### MATERIAL SHOWN

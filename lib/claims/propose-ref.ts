import { keyOf } from "./text";

/**
 * A free reference for the next claim of a problem: the letter after the last one used, as 7.3(c) after 7.3(b);
 * the label itself when the problem has no claim and the label is free.
 * @param label the problem's label
 * @param refs those of the problem in their order
 * @param taken whether the work has this ref already
 */
export function proposeRef(
  label: string,
  refs: readonly string[],
  taken: (key: string) => boolean = () => false,
): string {
  const used = new Set(refs.map(keyOf));
  const free = (ref: string) => !used.has(keyOf(ref)) && !taken(keyOf(ref));
  const letters = refs.flatMap((ref) => /\(([a-z])\)$/i.exec(ref)?.[1]?.toLowerCase() ?? []);
  const last = letters.length > 0 ? Math.max(...letters.map((letter) => letter.charCodeAt(0) - 96)) : 0;
  for (let number = last + 1; number < last + 2_000; number++) {
    const ref = `${label}(${letterOf(number)})`;
    if (free(ref)) return ref;
  }
  return `${label}(?)`;
}

/** 1 → a, 26 → z, 27 → aa. */
function letterOf(number: number): string {
  const rest = Math.floor((number - 1) / 26);
  return (rest > 0 ? letterOf(rest) : "") + String.fromCharCode(97 + ((number - 1) % 26));
}

/** The label of the problem that a ref belongs to by its look: 7.3 of 7.3(a), 7.3(a)(ii) and 7.3a. */
export function leadingLabel(ref: string): string {
  const bare = ref
    .trim()
    .replace(/(?:\s*\([^()]{1,8}\))+$/, "")
    .replace(/(?<=\d)[a-z]{1,2}$/i, "")
    .trim();
  return bare === "" ? ref.trim() : bare;
}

######

◆ **TASK DIRECTIONS**:
Repeat word for word the lines running from the line containing "const last = letters.length" to the end of the entries above, inclusive.

◆ **SOLUTION TO THIS PROBLEM**:
  const last = letters.length > 0 ? Math.max(...letters.map((letter) => letter.charCodeAt(0) - 96)) : 0;
  for (let number = last + 1; number < last + 2_000; number++) {
    const ref = `${label}(${letterOf(number)})`;
    if (free(ref)) return ref;
  }
  return `${label}(?)`;
}

/** 1 → a, 26 → z, 27 → aa. */
function letterOf(number: number): string {
  const rest = Math.floor((number - 1) / 26);
  return (rest > 0 ? letterOf(rest) : "") + String.fromCharCode(97 + ((number - 1) % 26));
}

/** The label of the problem that a ref belongs to by its look: 7.3 of 7.3(a), 7.3(a)(ii) and 7.3a. */
export function leadingLabel(ref: string): string {
  const bare = ref
    .trim()
    .replace(/(?:\s*\([^()]{1,8}\))+$/, "")
    .replace(/(?<=\d)[a-z]{1,2}$/i, "")
    .trim();
  return bare === "" ? ref.trim() : bare;
}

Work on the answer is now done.